Legacy payment infrastructure has become a new hotspot; Agents and stablecoins exemplify the complex relationship between Fintech and Crypto.
Yield is the past, payments are the present, and AI is the future—a dangerous and quickly outdated taxonomy, yet one that provides a convenient diachronic framework for understanding.
Meta has re-embraced stablecoins; Google co-founded the AP2 Alliance with over 60 enterprises; Stripe explicitly positions stablecoins and Agents as central to its future. Yet PayPal—which launched $PYUSD—and Coinbase—which proposed the x402 protocol—have both seen their stock prices decline.
We urgently need to address two questions: first, what drives the new payment battleground—whose actions are stoking market sentiment? Second, are Agents and stablecoins truly the next “boarding pass”?
This article focuses on the former; the interplay among AI, blockchain, and stablecoins will be explored in a follow-up piece, while forward-looking analysis of yield-bearing stablecoins awaits clarity from finalized regulations.
Losers Get the Dust: Fintech Is More Anxious Than Crypto
Crypto holds promise; individuals do not.
U.S. equities and Treasuries are increasingly tokenized on-chain; BlackRock and WisdomTree frequently embrace DeFi; tokenomics inevitably heads toward obsolescence. No one still believes in blockchain’s wealth-generation effect—even if public blockchains and vaults achieve real-world adoption, that does not guarantee price appreciation for $ETH or $Aave.
This view isn’t entirely wrong—but it exaggerates Crypto’s challenges, because Fintech now faces life-or-death stakes.
Yes—you can make this counterintuitive judgment after Stripe’s valuation surpassed $159B.
Following Peter Thiel’s capital flows—selling Wise shares while holding onto NeoBroker projects like Trade Republic—or examining the elite investor lineup behind Europe’s most valuable neobank, Revolut ($75B)—reveals how Fintech’s valuation logic has shifted.
After more than two decades of effort, Fintech’s attempt to build independent payment rails outside traditional banking has failed. Only businesses capable of retaining or converting user funds hold real value. Wise’s cross-border transfers and Stripe’s merchant acquiring lack genuine long-term futures.

Caption: Evolution of Fintech & Payment Value. Source: @zuoyeweb3
One reason is their inability to fully bypass banks for fund settlement; another is that blockchain can deliver the same services at lower cost.
This isn’t merely a company-level issue—the entire Fintech sector peaked during the pandemic.

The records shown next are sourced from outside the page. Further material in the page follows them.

#!/usr/bin/python3
"""Golden values for the antenna-scan model of package dsp (dsp/scan.go),
computed here from the definitions, independently of the Go code.

Angles u are in one-way 3-dB beamwidths. One-way voltage patterns:
  gaussian  f(u) = exp(-2 ln2 u^2)
  sinc      f(u) = sinc(k u) (numpy's normalised sinc), k solved here by
            scipy.optimize.brentq from sinc(k/2)^2 = 1/2.
A train of n pulses spaced `step` beamwidths, centred on the peak, has
two-way voltage gains a_k = f(u_k)^2, u_k = (k - (n-1)/2) step.
  coherent_db     10 log10((sum w)^2 / (sum w a)^2), w uniform or a
                  symmetric Hann window (scipy.signal.windows.hann(n, sym=True))
  noncoherent_db  10 log10(n / sum a^2)
offset: trains starting at u0 (pulse k at u0 + k step), Hann weights.
dense: the limits over the 3-dB beamwidth by scipy.integrate.quad:
  noncoherent -10 log10(int_{-1/2}^{1/2} f^4 du), coherent
  -20 log10(int_{-1/2}^{1/2} f^2 du).
two_way_width: int f^4 du over every angle by quad (sinc: over +-200
  beamwidths, split at its nulls).
noncoherent_pd: the noncoherent loss checked by detection: the peak SNR a
  steady target needs for Pd with pulse SNRs a_k^2 chi (square-law sum,
  Pfa) over the SNR n equal pulses need, from scipy.stats.ncx2 and
  scipy.optimize.brentq.

Run: cd testdata/golden && /usr/bin/python3 scan.py
"""
import json
import math

import numpy as np
import scipy
from scipy import integrate, optimize, signal, stats

L2 = math.log(2)
K = optimize.brentq(lambda k: np.sinc(k / 2) ** 2 - 0.5, 0.5, 1.5, xtol=1e-15)


def f(shape, u):
    if shape == "gaussian":
        return math.exp(-2 * L2 * u * u)
    return float(np.sinc(K * u))


def gains(shape, n, step):
    return np.array([f(shape, (k - (n - 1) / 2) * step) ** 2 for k in range(n)])


def db(x):
    return 10 * math.log10(x)


cases = []
for shape in ("gaussian", "sinc"):
    for n, step in [(1, 0.1), (2, 0.5), (5, 0.2), (10, 0.1), (16, 0.05), (16, 0.125), (32, 0.1), (20, 0.05), (64, 0.03)]:
        a = gains(shape, n, step)
        c = {"shape": shape, "n": n, "step": step,
             "coherent_db": db(n * n / a.sum() ** 2),
             "noncoherent_db": db(n / (a * a).sum())}
        if n > 2:
            w = signal.windows.hann(n, sym=True)
            c["coherent_hann_db"] = db(w.sum() ** 2 / (w * a).sum() ** 2)
        cases.append(c)

# Trains placed off centre: pulse k at u0 + k step (the scenario's CPI half
# a CPI off the beam's peak), Hann weights.
offset = []
for shape, n, step, shift in [("gaussian", 16, 0.125, 1.0), ("gaussian", 16, 0.1, 0.8), ("sinc", 16, 0.1, 0.8)]:
    u0 = shift - (n - 1) / 2 * step
    a = np.array([f(shape, u0 + k * step) ** 2 for k in range(n)])
    w = signal.windows.hann(n, sym=True)
    offset.append({"shape": shape, "n": n, "step": step, "u0": u0, "coherent_hann_db": db(w.sum() ** 2 / (w * a).sum() ** 2)})

dense = []
for shape in ("gaussian", "sinc"):
    p4 = integrate.quad(lambda u: f(shape, u) ** 4, -0.5, 0.5, epsabs=1e-14, epsrel=1e-13)[0]
    p2 = integrate.quad(lambda u: f(shape, u) ** 2, -0.5, 0.5, epsabs=1e-14, epsrel=1e-13)[0]
    if shape == "gaussian":
        w = integrate.quad(lambda u: f(shape, u) ** 4, -np.inf, np.inf, epsabs=1e-14)[0]
    else:
        edges = [j / K for j in range(-200, 201)]
        w = sum(integrate.quad(lambda u: f(shape, u) ** 4, lo, hi, epsabs=1e-15)[0] for lo, hi in zip(edges[:-1], edges[1:]))
    dense.append({"shape": shape, "noncoherent_db": -db(p4), "coherent_db": -2 * db(p2), "two_way_width": w})


def required_chi(snrs, pfa, pd):
    n = len(snrs)
    thr = stats.chi2.isf(pfa, 2 * n) / 2  # threshold on sum |y|^2, unit noise power per pulse

    def miss(log_chi):
        lam = 2 * math.exp(log_chi) * sum(snrs)
        return stats.ncx2.sf(2 * thr, 2 * n, lam) - pd
    return math.exp(optimize.brentq(miss, math.log(1e-4), math.log(1e6), xtol=1e-13))


pdcases = []
for shape, n, step in [("gaussian", 10, 0.1), ("gaussian", 16, 0.125), ("sinc", 10, 0.1)]:
    a = gains(shape, n, step)
    chi = required_chi(list(a * a), 1e-6, 0.9)
    chi0 = required_chi([1.0] * n, 1e-6, 0.9)
    pdcases.append({"shape": shape, "n": n, "step": step, "pfa": 1e-6, "pd": 0.9, "loss_db": db(chi / chi0)})

out = {"script": "scan.py", "numpy": np.__version__, "scipy": scipy.__version__, "sinc_k": K,
       "cases": cases, "offset": offset, "dense": dense, "noncoherent_pd": pdcases}
with open("scan.json", "w") as fh:
    json.dump(out, fh, indent=1)
    fh.write("\n")
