#!/usr/bin/python3
"""Times scipy.signal.correlate(method="fft") on the sizes of the Go
benchmark BenchmarkCorrelator (package dsp), for comparison.

    /usr/bin/python3 bench_correlate.py

Complex128 input x of n samples, reference h of m samples, mode "full"
(n+m-1 outputs; package dsp returns the n of them starting at m-1).
Prints the median of several runs, measured inside this process.
"""
import statistics
import time

import numpy
import scipy
from scipy import signal

rng = numpy.random.Generator(numpy.random.PCG64(3))
print("scipy", scipy.__version__, "numpy", numpy.__version__)
for n, m, runs in [(65536, 5000, 21), (1048576, 50000, 7)]:
    x = rng.standard_normal(n) + 1j * rng.standard_normal(n)
    h = rng.standard_normal(m) + 1j * rng.standard_normal(m)
    signal.correlate(x, h, mode="full", method="fft")  # warm up
    times = []
    for _ in range(runs):
        t0 = time.perf_counter()
        signal.correlate(x, h, mode="full", method="fft")
        times.append(time.perf_counter() - t0)
    print(f"n={n} m={m}: median {statistics.median(times) * 1e3:.2f} ms "
          f"(min {min(times) * 1e3:.2f}, runs {runs})")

Today, PayPal—rumored to be up for sale—was valued at $340B in 2021; by 2026, the entire Fintech sector must desperately prove its superiority over stablecoins and Agents.
Stripe’s valuation is five times Adyen’s market cap ($35B) and roughly 13 times Checkout.com’s valuation ($12B), yet Stripe’s transaction volume is not five times Adyen’s. This valuation premium stems entirely from investor imagination around stablecoins and Agents.

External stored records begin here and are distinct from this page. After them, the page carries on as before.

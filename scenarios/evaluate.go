package scenarios

import (
	"context"
	"fmt"
	"math"
	"math/cmplx"
	"runtime"

	"github.com/pulsewright/pulsewright/dsp"
)

// dbFloor is the lowest dB value in series: 10·log10(0) is not a number.
const dbFloor = -100.0

func toDB(p float64) float64 {
	if !(p > 1e-10) { // at or below the floor, or NaN (as math.Max would keep it)
		if p != p {
			return p
		}
		return dbFloor
	}
	return dsp.DB(p)
}

// Evaluate computes the report and the plot series of a valid scenario
// (as Decode returns it). It checks ctx between stages and returns
// ctx.Err() when cancelled. The same scenario gives identical results.
func Evaluate(ctx context.Context, s *Scenario) (*Result, error) {
	return new(Engine).Evaluate(ctx, s)
}

// Engine evaluates a sequence of scenarios, reusing the waveform, pulse
// and reference of the previous one when they did not change: the common
// case while a user drags a target. The zero Engine is ready to use. An
// Engine is not safe for concurrent use.
type Engine struct {
	last *model
	// uncached turns the memo of detection probabilities off (pdmemo.go),
	// for the test that compares memoised results with fresh ones.
	uncached bool
}

// Evaluate is the package function Evaluate with reuse of the previous
// scenario's waveform and reference.
func (e *Engine) Evaluate(ctx context.Context, s *Scenario) (*Result, error) {
	m, err := newModel(s, e.last)
	if err != nil {
		return nil, err
	}
	if e.uncached {
		m.memo = nil
	}
	// The window's compression plan is kept across frames by the Engine
	// alone: suggestions build models of their own and must not share it.
	if p := e.last; p != nil && p.winCorr != nil && p.n == m.n && len(p.ref) > 0 && len(p.ref) == len(m.ref) && &p.ref[0] == &m.ref[0] {
		m.winCorr = p.winCorr
	}
	sc, err := newScene(ctx, m)
	if err != nil {
		return nil, err
	}
	// A single pulse's plot series (noisy window, compression,
	// thresholds) read the scene and model without changing them, so they
	// are computed on a second goroutine while the waveform and target
	// reports, with their verified suggestions, and the pulse's response
	// are built on this one.
	var window chan Series
	if sc.train == nil {
		window = make(chan Series, 1)
		// The compression takes its blocks on two goroutines, so that it
		// also uses this one's core once the reports are done.
		go func() { window <- sc.window(min(2, runtime.GOMAXPROCS(0))) }()
	}
	res := &Result{sc: sc}
	res.Report.Version = ReportVersion
	res.Report.Scenario = s.Name
	res.Report.Waveform = m.waveformReport()
	if ctx.Err() == nil {
		res.Report.Targets = sc.targetReports(ctx, m, true)
	}
	if window != nil {
		var lv Series
		sc.levels(&lv)
		resp := m.response()
		res.Series = <-window
		res.Series.CleanDB, res.Series.ThresholdDB, res.Series.Response = lv.CleanDB, lv.ThresholdDB, resp
	}
	if err := ctx.Err(); err != nil {
		return nil, err
	}
	if sc.train != nil {
		if res.Series, err = sc.train.series(ctx); err != nil {
			return nil, err
		}
	}
	res.Report.FalseAlarms, res.Report.Clutter = sc.falseAlarms(), sc.clutterSummary(sc.clutter)
	res.Report.Warnings = append([]string{}, m.warnings...)
	res.Report.Stagger = staggerReport(s)
	res.Report.Integration = integrationReport(s)
	res.Report.Scan = scanReport(s)
	if s.Radar.Schedule != nil {
		if res.Report.Schedule, err = evalSchedule(ctx, s, m); err != nil {
			return nil, err
		}
	}
	if err := ctx.Err(); err != nil {
		return nil, err
	}
	e.last = m
	return res, nil
}

// Analyse computes the report alone, without plot series or suggestions:
// the cheaper path for sweeps.
func Analyse(ctx context.Context, s *Scenario) (*Report, error) {
	return new(Engine).Analyse(ctx, s)
}

// Analyse is the package function Analyse with reuse of the previous
// scenario's waveform and reference, as in Evaluate.
func (e *Engine) Analyse(ctx context.Context, s *Scenario) (*Report, error) {
	m, err := newModel(s, e.last)
	if err != nil {
		return nil, err
	}
	if e.uncached {
		m.memo = nil
	}
	sc, err := newScene(ctx, m)
	if err != nil {
		return nil, err
	}
	rep := &Report{Version: ReportVersion, Scenario: s.Name, Waveform: m.waveformReport()}
	rep.Targets = sc.targetReports(ctx, m, false)
	rep.FalseAlarms, rep.Clutter = sc.falseAlarms(), sc.clutterSummary(sc.clutter)
	rep.Warnings = append([]string{}, m.warnings...)
	rep.Stagger = staggerReport(s)
	rep.Integration = integrationReport(s)
	rep.Scan = scanReport(s)
	if s.Radar.Schedule != nil {
		if rep.Schedule, err = evalSchedule(ctx, s, m); err != nil {
			return nil, err
		}
	}
	if err := ctx.Err(); err != nil {
		return nil, err
	}
	e.last = m
	return rep, nil
}

func (m *model) waveformReport() WaveformReport {
	w, r := m.s.Waveform, m.s.Radar
	cont := m.continuous()
	fig := cont.fig
	B, tau := w.Bandwidth(), w.PulseWidth()
	if w.Kind == KindNLFM && m.s.Receiver.Window.Kind == WindowNone && fig.Sidelobes && fig.PSLRDB > w.DesignSidelobeDB+3 {
		m.warn("the NLFM reaches a PSLR of %.1f dB, short of its %.0f dB design: at B·τ = %.0f the ripple of a stationary-phase design limits it; a longer pulse or more bandwidth gets closer", fig.PSLRDB, w.DesignSidelobeDB, B*tau)
	}
	straddleMax, straddleMean := m.sampling()
	if straddleMax > 1 {
		m.warn("sampling at %s costs up to %.1f dB (%.1f dB on average) of the compressed peak against the waveform's continuous response; a higher sample rate costs less", hz(m.fs), straddleMax, straddleMean)
	}
	rep := WaveformReport{
		Kind:                   w.Kind,
		PulseWidthS:            tau,
		BandwidthHz:            B,
		TimeBandwidth:          B * tau,
		CompressionGainDB:      dsp.DB(B * tau),
		Mainlobe3dBM:           fig.Mainlobe3dB * C / 2,
		MismatchLossDB:         fig.MismatchLossDB,
		StraddleLossMaxDB:      straddleMax,
		StraddleLossMeanDB:     straddleMean,
		BlindRangeM:            C * tau / 2,
		UnambiguousRangeM:      C * r.PRIS / 2,
		UnambiguousVelocityMPS: m.lambda / (4 * r.slowPRI()),
	}
	if fig.Sidelobes {
		pslr, islr := fig.PSLRDB, fig.ISLRDB
		rep.PSLRDB, rep.ISLRDB = &pslr, &islr
	}
	if m.s.CoherentTrain() {
		dres := 1 / (float64(r.Pulses) * r.slowPRI())
		vres := dres * m.lambda / 2
		rep.DopplerResolutionHz, rep.VelocityResolutionMPS = &dres, &vres
	}
	return rep
}

// eclipseLossDB returns a point target's eclipsing loss (docs/detection.md
// §3): its unblanked peak over its blanked one, in dB; ok is false when
// no sample was blanked or every one was.
func (g *tgt) eclipseLossDB(processed []bool) (db float64, ok bool) {
	if g.t.Kind != TargetPoint || !g.blankTouched {
		return 0, false
	}
	_, p := g.resp.peakIn(processed)
	if !(p > 0) || !(g.unblankedPeak > 0) || g.received <= 0 {
		return 0, false
	}
	return math.Max(dsp.DB(g.unblankedPeak/p), 0), true
}

// targetReports builds the per-target part of the report. With suggest,
// a target that is not detected gets a verified change in its reason.
func (sc *scene) targetReports(ctx context.Context, m *model, suggest bool) []TargetReport {
	cf := m.detector()
	fig := m.continuous().fig
	budget := suggestionBudget(m)
	var cf2 *dsp.CFAR2D
	if sc.train != nil {
		cf2 = sc.train.cfar()
		budget = 0 // changes are verified on single pulses only
	}
	schedBudget := scheduleBudget(m)
	out := make([]TargetReport, len(sc.targets))
	// The clutter analysis reads no verdict: it runs beside the judging.
	verdicts := sc.judgeAll(cf, func(c *dsp.CFAR) { sc.clutter = sc.analyseClutter(c, cf2) })
	for j, g := range sc.targets {
		v := verdicts[j]
		single := v
		bin := -1
		if sc.train != nil {
			v, bin = sc.train.judge(j, cf2)
		}
		clutterVerdict(g, &v)
		d := m.doppler(g.fd)
		tr := TargetReport{
			ID:                g.t.ID,
			RangeM:            g.rangeM,
			DopplerHz:         g.fd + 0, // never −0
			DopplerLossDB:     d.lossDB,
			RangeShiftM:       d.shift * C / 2,
			Status:            v.status,
			ThresholdMarginDB: v.margin(),
			DecidedOn:         v.rule,
			cancelled:         v.status == StatusTooWeak && v.cancelled,
		}
		if g.t.Kind != TargetPoint && v.peakK >= 0 {
			tr.RangeM = m.rangeOf(float64(v.peakK))
		}
		if l, ok := g.eclipseLossDB(m.processed); ok {
			tr.EclipsingLossDB = &l
		}
		if g.outOfBand && !g.rejected && g.t.Kind == TargetPoint {
			l := g.bandLossDB
			tr.BandLossDB = &l
		}
		if g.outOfBand {
			m.warn("target %s: its Doppler shift of %s is outside the receiver's band of ±%s (sample rate %s): %s", g.t.ID, hz(g.fd), hz(m.fs/2), hz(m.fs), bandWords(g))
		}
		tr.SNRDB = sc.snrDB(g, tr.RangeM, fig, d.lossDB)
		m.pdFigures(v, v.alone, &tr)
		if v.culprit >= 0 {
			tr.MaskedBy = sc.targets[v.culprit].t.ID
		}
		sc.clutterFigures(sc.clutter, j, single, v, bin, &tr)
		if v.status == StatusClutter {
			tr.MarginDB, tr.ThresholdMarginDB, tr.DecidedOn = nil, nil, ""
			tr.Reason = sc.clutterReason(g, tr)
		} else {
			tr.Reason = sc.reason(g, v, tr, cf)
		}
		if v.status == StatusTooWeak || v.status == StatusMasked {
			if d.lossDB >= 1 {
				tr.Reason += fmt.Sprintf(" Its Doppler shift of %s costs %.1f dB of compressed peak.", hz(math.Abs(g.fd)), d.lossDB)
			}
		}
		if sc.train != nil {
			sc.train.report(j, v, single, bin, &tr)
			tr.Reason += sc.train.scanWords(j, &tr)
		}
		hinted := false
		if suggest && v.status != StatusDetected && v.status != StatusOutOfWindow && v.status != StatusFolded && v.status != StatusClutter && v.status != StatusBelowHorizon && budget > 0 && ctx.Err() == nil {
			if hint := suggestFix(ctx, m, j, v, &budget); hint != "" {
				tr.Reason += " " + hint
				hinted = true
			}
		}
		if cause := sc.scheduleCause(j, &tr); suggest && !hinted && cause != "" && schedBudget > 0 && ctx.Err() == nil {
			if hint := suggestSchedule(ctx, m, sc, j, cause, &schedBudget); hint != "" {
				tr.Reason += " " + hint
			}
		}
		if m.s.ReadVersion == 1 {
			if old := v.v1Status(g); old != v1Name(v.status) || v.status == StatusFolded {
				m.warn("target %s: %s", g.t.ID, verdictChange(old, v, tr, m.s.Receiver.Detector.PdRequired))
			}
		}
		if (tr.Status == StatusOutOfWindow || tr.Status == StatusFolded) && g.t.Kind == TargetPoint {
			if g.folds > 0 {
				m.warn("target %s at %s is beyond the unambiguous range %s and folds to an apparent %s", g.t.ID, km(g.t.RangeM), km(m.unambM), km(g.apparent))
			} else {
				m.warn("target %s at %s is outside the receive window %s–%s", g.t.ID, km(g.t.RangeM), km(m.s.Radar.WindowStartM), km(m.s.Radar.WindowStopM))
			}
		}
		detectionRangeOf(g, v, &tr)
		out[j] = tr
	}
	return out
}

Fintech’s anxiety far exceeds Crypto’s—after all, “public chain + stablecoin” forms a self-contained system, and DeFi remains a killer application. What we’re witnessing as the “new payment war” is merely Fintech inflating valuations to fan the flames.
Fintech possesses only legacy advantages; the future belongs to Crypto.

Caption: Forbes Fintech 50 List. Data source: @ForbesCrypto
According to Forbes data, payment-focused Fintech companies average 8.1 years before making the list—while Crypto firms take just 6.2 years.
Or consider the commercial reality directly: long-running players like Stripe must deliver answers—or even exit rationales—to capital markets. Capital allocation demands either newer or larger future opportunities.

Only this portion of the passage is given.